**WHAT TO PRODUCE**
For the material below, output exactly the span from the line with "by the resolution." to the line with "half := max(math.Abs(low-target), math.Abs(high-target))", including both, and nothing besides.

**RECORDS SUPPLIED**

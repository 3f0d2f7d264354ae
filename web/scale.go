package web

import (
	"math"
	"strings"
	"sync"

	"epitally/analytics/quantity"
	"epitally/analytics/uniformity"
)

// scaleSteps is the number of shades of a map scale.
const scaleSteps = 256

// Palette is every colour a map is drawn with on one ground.
type Palette struct {
	Deviation string   `json:"deviation"` // 256 × rrggbb, short of target first
	Magnitude string   `json:"magnitude"` // 256 × rrggbb, low first
	Bins      []string `json:"bins"`      // eight fills, rrggbb
	Reject    []string `json:"reject"`    // fills of dies that are not sold
	Paper     string   `json:"paper"`
	Ink       string   `json:"ink"`
	Wafer     string   `json:"wafer"` // bare wafer between and beyond the dies
	Hatch     string   `json:"hatch"` // lines over dies without a value
}

// Palettes holds the palette of the light and of the dark ground.
type Palettes struct {
	Light Palette `json:"light"`
	Dark  Palette `json:"dark"`
}

// Hues of the deviation scale in CIELAB LCh, degrees.
const (
	tealHue  = 208 // short of target
	ochreHue = 79  // long of target
)

// deviationScale runs from teal (short) through the neutral ground at the
// target to ochre (long): L* linear in the deviation and the same on both sides,
// so that equal deviations look equally strong. ends is L* of both ends, middle
// that of the target.
func deviationScale(middle, ends, chroma float64) string {
	var b strings.Builder
	for i := range scaleSteps {
		t := 2*float64(i)/(scaleSteps-1) - 1 // -1 to 1
		l, hue := middle+(ends-middle)*math.Abs(t), float64(ochreHue)
		if t < 0 {
			hue = tealHue
		}
		// Chroma rises faster than lightness falls, so that the side can be
		// told already near the target.
		b.WriteString(fromLChInGamut(l, 2+chroma*math.Pow(math.Abs(t), 0.8), hue).Hex())
	}
	return b.String()
}

// NewPalettes makes the palettes. The eight bin fills step evenly in lightness
// and turn in hue besides, so that they stay apart in grey and for every kind
// of colour vision.
func NewPalettes() Palettes {
	fills := func(from, to float64) []string {
		hues := [8]float64{85, 210, 50, 170, 280, 110, 330, 240}
		out := make([]string, len(hues))
		for i, h := range hues {
			out[i] = fromLChInGamut(from+(to-from)*float64(i)/7, 38, h).Hex()
		}
		return out
	}
	return Palettes{
		Light: Palette{
			Deviation: deviationScale(96, 34, 62), Magnitude: cividis, Bins: fills(90, 34),
			Reject: []string{"1d2329", "5d646b", "8d9296"},
			Paper:  "f7f5f0", Ink: "1d2329", Wafer: "e4dfd4", Hatch: "8b8579",
		},
		Dark: Palette{
			Deviation: deviationScale(24, 84, 62), Magnitude: cividis, Bins: fills(88, 36),
			Reject: []string{"e8e4da", "a9aaa6", "7b8084"},
			Paper:  "14181c", Ink: "e8e4da", Wafer: "262d33", Hatch: "77808a",
		},
	}
}

// palettes are made once: they are constants that take arithmetic.
var palettes = sync.OnceValue(NewPalettes)

// shades splits a scale of rrggbb.
func shades(scale string) []RGB {
	out := make([]RGB, len(scale)/6)
	for i := range out {
		out[i] = mustHex(scale[6*i : 6*i+6])
	}
	return out
}

// BinLook is how a bin is drawn: a fill, and a pattern over it once the fills
// are used up.
type BinLook struct {
	Fill    int    `json:"fill"`    // index of Palette.Bins, or of Palette.Reject
	Reject  bool   `json:"reject"`  // true: the fill is of Palette.Reject
	Pattern string `json:"pattern"` // "", "rise", "fall", "level", "dots"
	Missing bool   `json:"missing"` // true: hatched like a die without a value
}

var patterns = [...]string{"", "rise", "fall", "level", "dots"}

// LooksOf gives the look of each cell by its class word. Sellable bins take the
// eight fills, then the fills again under each pattern; what is not sold takes
// the greys in the same way; untested dies are hatched.
func LooksOf(classes []string) []BinLook {
	looks := make([]BinLook, len(classes))
	sold, unsold := 0, 0
	for i, class := range classes {
		switch class {
		case "sellable":
			looks[i] = BinLook{Fill: sold % 8, Pattern: patterns[sold/8%len(patterns)]}
			sold++
		case "untested":
			looks[i] = BinLook{Missing: true}
		default:
			// Patterns turn first, so that the few greys part early.
			looks[i] = BinLook{Reject: true, Fill: unsold % 3, Pattern: patterns[(unsold/3+unsold%3)%len(patterns)]}
			unsold++
		}
	}
	return looks
}

// ScaleRange is the range of a map's scale: the 1st to the 99th percentile, and
// for a deviation the same length on both sides of the target. target is NaN
// for the magnitude scale. A range without length is widened by the resolution.
func ScaleRange(s uniformity.Summary, q quantity.Quantity, target float64) (low, high float64) {
	low, high = s.Q01, s.Q99
	if s.N == 0 || math.IsNaN(low) || math.IsNaN(high) {
		low, high = 0, 0
		if !math.IsNaN(target) {
			low, high = target, target
		}
	}
	if !math.IsNaN(target) {
		half := max(math.Abs(low-target), math.Abs(high-target))
		low, high = target-half, target+half
	}
	if !(high > low) {
		step := max(q.Resolution, math.Abs(low)*1e-9, 1e-12)
		low, high = low-step, high+step
	}
	return low, high
}

// ScaleTarget is the target that a map of q is drawn about: the recipe's for
// quantities that show as a deviation, NaN for all others.
func ScaleTarget(q quantity.Quantity, target float64) float64 {
	if q.Scale != quantity.Deviation {
		return math.NaN()
	}
	return target
}

// flatChordMM are the lengths of the primary flat by wafer diameter in mm (SEMI
// M1 for silicon, common practice for 50.8 mm sapphire).
var flatChordMM = [...][2]float64{{50.8, 15.9}, {76.2, 22.2}, {100, 32.5}, {125, 42.5}, {150, 57.5}}

// flatOffsetMM is the distance of the flat's chord from the wafer's centre.
func flatOffsetMM(diameterMM float64) float64 {
	chord := 0.35 * diameterMM
	for _, f := range flatChordMM {
		if math.Abs(f[0]-diameterMM) < 2.5 {
			chord = f[1]
		}
	}
	r := diameterMM / 2
	return math.Sqrt(r*r - chord*chord/4)
}
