package web

import (
	"fmt"
	"html"
	"math"

	"epitally/analytics/binning"
)

// grid draws two axes against each other, the dies behind their cells.
func (b BinPlots) grid(x, y *binning.Axis, dx, dy binning.Dimension, id string) BinPlot {
	left, right := axisSpan(x)
	bottom, top := axisSpan(y)
	f := b.fitted(newFrame(left, right, bottom, top, plotHeight), id)
	f.xPlaces, f.yPlaces = placesOf(x.Quantity), placesOf(y.Quantity)
	p := BinPlot{ID: id, Title: fmt.Sprintf("Axes %s and %s", x.Name, y.Name)}
	f.open(id, fmt.Sprintf("%s: %d by %d cells over %s and %s", p.Title, len(x.Names), len(y.Names), quantityTitle(x.Quantity), quantityTitle(y.Quantity)))
	f.clipped(id)
	if b.Density != nil {
		f.density(b.Density(DensityPlot{X: x.Quantity, Y: y.Quantity, Space: binning.SpaceOwn,
			Left: f.left, Right: f.right, Bottom: f.bottom, Top: f.top, Width: int(f.areaWidth()), Height: int(f.areaHeight())}))
	}
	for i := range x.Names {
		for j := range y.Names {
			has := func(code int) bool { return inCell(dx, i)(code) && inCell(dy, j)(code) }
			b.gridCell(f, [2]float64{x.Edges[i], x.Edges[i+1]}, [2]float64{y.Edges[j], y.Edges[j+1]}, x.Names[i]+" "+y.Names[j], has)
		}
	}
	if b.Edit {
		f.edgeHandles(x, "x")
		f.edgeHandles(y, "y")
	}
	f.put(`</g>`)
	f.scales(quantityTitle(x.Quantity), quantityTitle(y.Quantity))
	p.Picture = f.close()
	p.Caption = axesCaption(x, y)
	return p
}

func (b BinPlots) gridCell(f *frame, x, y [2]float64, name string, has func(int) bool) {
	class := "cell"
	if !b.sold(has) {
		class = "cell unsold"
	}
	n, known := b.countOf(has)
	words := name
	if known {
		words += ": " + Plural(n, "die", "dies")
	}
	width, height := f.x(x[1])-f.x(x[0]), f.y(y[0])-f.y(y[1])
	f.put(`<rect class="%s" x="%s" y="%s" width="%s" height="%s"><title>%s</title></rect>`, class, at(f.x(x[0])), at(f.y(y[1])), at(width), at(height), html.EscapeString(words))
	cx, cy := f.x((x[0]+x[1])/2), f.y((y[0]+y[1])/2)
	if width < 9*float64(len(name)) || height < 18 {
		return
	}
	if !known || height < 42 || width < 10*float64(len(Count(n))) {
		f.text("cell-name", cx, cy+5, "middle", name)
		return
	}
	f.text("cell-name", cx, cy-2, "middle", name)
	f.text("cell-count", cx, cy+16, "middle", Count(n))
}

// line draws one axis over the histogram of its dies.
func (b BinPlots) line(x *binning.Axis, d binning.Dimension, id string) BinPlot {
	left, right := axisSpan(x)
	f := b.fitted(newFrame(left, right, 0, 1, 300), id)
	f.xPlaces = placesOf(x.Quantity)
	p := BinPlot{ID: id, Title: "Axis " + x.Name}
	f.open(id, fmt.Sprintf("%s: %d cells over %s", p.Title, len(x.Names), quantityTitle(x.Quantity)))
	f.clipped(id)
	if b.Density != nil {
		f.density(b.Density(DensityPlot{X: x.Quantity, Space: binning.SpaceOwn, Left: f.left, Right: f.right, Top: 1,
			Width: int(f.areaWidth()), Height: int(f.areaHeight())}))
	}
	for i, name := range x.Names {
		b.gridCell(f, [2]float64{x.Edges[i], x.Edges[i+1]}, [2]float64{0, 1}, name, inCell(d, i))
	}
	if b.Edit {
		f.edgeHandles(x, "x")
	}
	f.put(`</g>`)
	f.scales(quantityTitle(x.Quantity), "")
	p.Picture = f.close()
	p.Caption = axesCaption(x)
	return p
}

// axisSpan shows the cells with a sixth about them.
func axisSpan(a *binning.Axis) (low, high float64) {
	low, high = a.Edges[0], a.Edges[len(a.Edges)-1]
	margin := (high - low) / 6
	return low - margin, high + margin
}

func axesCaption(axes ...*binning.Axis) string {
	caption := "Solid outlines are sold, dashed ones are not. A cell holds its lower edge and not its upper one; the highest edge belongs to the last cell."
	for _, a := range axes {
		if a.Guard > 0 {
			caption += fmt.Sprintf(" On %s a guard band of %s is taken off each side.", a.Name, Number(a.Guard, max(placesOf(a.Quantity), 3)))
		}
	}
	return caption
}

// edgeHandles lets the edges of an axis be moved along it. Edges that follow from
// the first one move with it.
func (f *frame) edgeHandles(a *binning.Axis, axis string) {
	for i, e := range a.Edges {
		shape := fmt.Sprintf(`line x1="%[1]s" x2="%[1]s" y1="%[2]s" y2="%[3]s"`, at(f.x(e)), at(marginRest), at(f.height-marginFoot))
		if axis == "y" {
			shape = fmt.Sprintf(`line y1="%[1]s" y2="%[1]s" x1="%[2]s" x2="%[3]s"`, at(f.y(e)), at(marginLeft), at(f.width-marginRest))
		}
		f.handle(shape, fmt.Sprintf("edge %d of %s at %s", i+1, a.Name, Number(e, decimalsIn(e))), []move{{a.EdgeAt[i], axis, e}})
	}
}

// decimalsIn is how many decimals a number is written with at the least.
func decimalsIn(v float64) int {
	for places := range 9 {
		if scaled := v * math.Pow10(places); math.Abs(scaled-math.Round(scaled)) < 1e-6 {
			return places
		}
	}
	return 9
}
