package main

import (
	"context"
	"encoding/json"
	"errors"
	"fmt"
	"io"
	"math"
	"os"

	"epitally/analytics"
	"epitally/analytics/binning"
	"epitally/analytics/wafermap"
	"epitally/jobs"
	"epitally/jobs/reader"
)

// dryFile is what one file would give.
type dryFile struct {
	File   string     `json:"file"`
	OK     bool       `json:"ok"`
	Error  string     `json:"error"`
	Line   int        `json:"line,omitempty"`
	Offset *int64     `json:"offset"` // where in the decompressed bytes reading stopped; null when it did not, or when the line says it
	Format string     `json:"format"`
	Wafers []dryWafer `json:"wafers"`
	Notes  []string   `json:"notices,omitempty"`

	profile *reader.Profile // the file is one
}

type dryWafer struct {
	Wafer      string        `json:"wafer"`
	Lot        string        `json:"lot"`
	Kind       string        `json:"kind"`
	Dies       int           `json:"dies"`
	Remeasured int           `json:"remeasured"`
	Quantities []dryQuantity `json:"quantities"`
}

type dryQuantity struct {
	Quantity string   `json:"quantity"`
	Values   int      `json:"values"`
	Min      *float64 `json:"min"` // null when there is no value
	Max      *float64 `json:"max"`
}

// dryRun reads every file to its end and stores nothing. It ends with status 0
// only when every file is readable.
func dryRun(ctx context.Context, c *console, files []string, profiles []reader.Profile, in reader.Input, asJSON bool) error {
	jobs.DocumentsFirst(files)
	forced := onlyName(profiles)
	results := make([]dryFile, 0, len(files))
	unreadable := 0
	for _, path := range files {
		in.Profiles, in.ProfileName = profiles, forced
		r := dryRead(ctx, path, in)
		if ctx.Err() != nil {
			return ctx.Err()
		}
		if !r.OK {
			unreadable++
		}
		if r.profile != nil { // the files after it may need it, as they would when loaded
			profiles = append(profiles, *r.profile)
		}
		results = append(results, r)
		if !asJSON {
			r.print(c.out)
		}
	}
	if asJSON {
		out := json.NewEncoder(c.out)
		out.SetIndent("", " ")
		if err := out.Encode(results); err != nil {
			return err
		}
	} else {
		fmt.Fprintf(c.out, "%d files: %d readable, %d not\n", len(files), len(files)-unreadable, unreadable)
	}
	if unreadable > 0 {
		return errSaid
	}
	return nil
}

func dryRead(ctx context.Context, path string, in reader.Input) dryFile {
	r := dryFile{File: path, Wafers: []dryWafer{}}
	file, err := os.Open(path)
	if err != nil {
		r.Error = err.Error()
		return r
	}
	defer file.Close()
	in.Name, in.R = path, file
	result, err := reader.Read(ctx, in, reader.Sink{
		Measurement: func(m *reader.Measurement) error {
			r.Wafers = append(r.Wafers, dryWaferOf(m))
			return nil
		},
		RunSheet: func([]reader.RunSheetRow) error { return nil },
		Document: r.checkDocument,
	})
	r.Format, r.Notes = result.Format, result.Notices
	if err == nil {
		r.OK = true
		return r
	}
	r.Error, r.Wafers = analytics.WithSource(err, path).Error(), []dryWafer{} // nothing of it would be stored
	var fault *analytics.Fault
	if errors.As(err, &fault) {
		r.Line = fault.Line
		if fault.Offset >= 0 && fault.Line == 0 {
			r.Offset = &fault.Offset
		}
	}
	return r
}

// checkDocument holds a document to the same rules as loading does.
func (r *dryFile) checkDocument(kind, _, text string) (err error) {
	switch kind {
	case "catalogue":
		_, err = reader.ParseCatalogue([]byte(text))
	case "specification":
		_, err = binning.Parse([]byte(text))
	case "profile":
		var p reader.Profile
		if p, err = reader.ParseProfile([]byte(text)); err == nil {
			r.profile = &p
		}
	}
	return err
}

func dryWaferOf(m *reader.Measurement) dryWafer {
	w := dryWafer{Wafer: m.Wafer, Lot: m.Lot, Kind: m.Kind, Dies: m.Grid.Len(), Remeasured: m.Remeasured, Quantities: []dryQuantity{}}
	for i := range m.Planes {
		w.Quantities = append(w.Quantities, dryQuantityOf(&m.Planes[i]))
	}
	return w
}

func dryQuantityOf(p *wafermap.Plane) dryQuantity {
	q := dryQuantity{Quantity: p.Quantity}
	low, high := math.Inf(1), math.Inf(-1)
	for i, n := 0, p.Len(); i < n; i++ {
		if v := p.Value(i); !math.IsNaN(v) {
			q.Values++
			low, high = min(low, v), max(high, v)
		}
	}
	if q.Values > 0 {
		q.Min, q.Max = &low, &high
	}
	return q
}

func (r *dryFile) print(w io.Writer) {
	if !r.OK {
		fmt.Fprintf(w, "%s: not readable: %s\n", r.File, r.Error)
		return
	}
	fmt.Fprintf(w, "%s: %s, %d wafer measurements\n", r.File, r.Format, len(r.Wafers))
	for _, n := range r.Notes {
		fmt.Fprintf(w, "  note: %s\n", n)
	}
	for _, m := range r.Wafers {
		fmt.Fprintf(w, "  wafer %s, lot %s, %s: %d dies, %d remeasured\n", m.Wafer, orDash(m.Lot), m.Kind, m.Dies, m.Remeasured)
		for _, q := range m.Quantities {
			if q.Min == nil {
				fmt.Fprintf(w, "    %-32s %9d values\n", q.Quantity, q.Values)
				continue
			}
			fmt.Fprintf(w, "    %-32s %9d values  %.6g to %.6g\n", q.Quantity, q.Values, *q.Min, *q.Max)
		}
	}
}

func orDash(s string) string {
	if s == "" {
		return "-"
	}
	return s
}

**THE ANSWER**
// for the magnitude scale. A range without length is widened by the resolution.
func ScaleRange(s uniformity.Summary, q quantity.Quantity, target float64) (low, high float64) {
	low, high = s.Q01, s.Q99
	if s.N == 0 || math.IsNaN(low) || math.IsNaN(high) {
		low, high = 0, 0
		if !math.IsNaN(target) {
			low, high = target, target
		}
	}
	if !math.IsNaN(target) {
		half := max(math.Abs(low-target), math.Abs(high-target))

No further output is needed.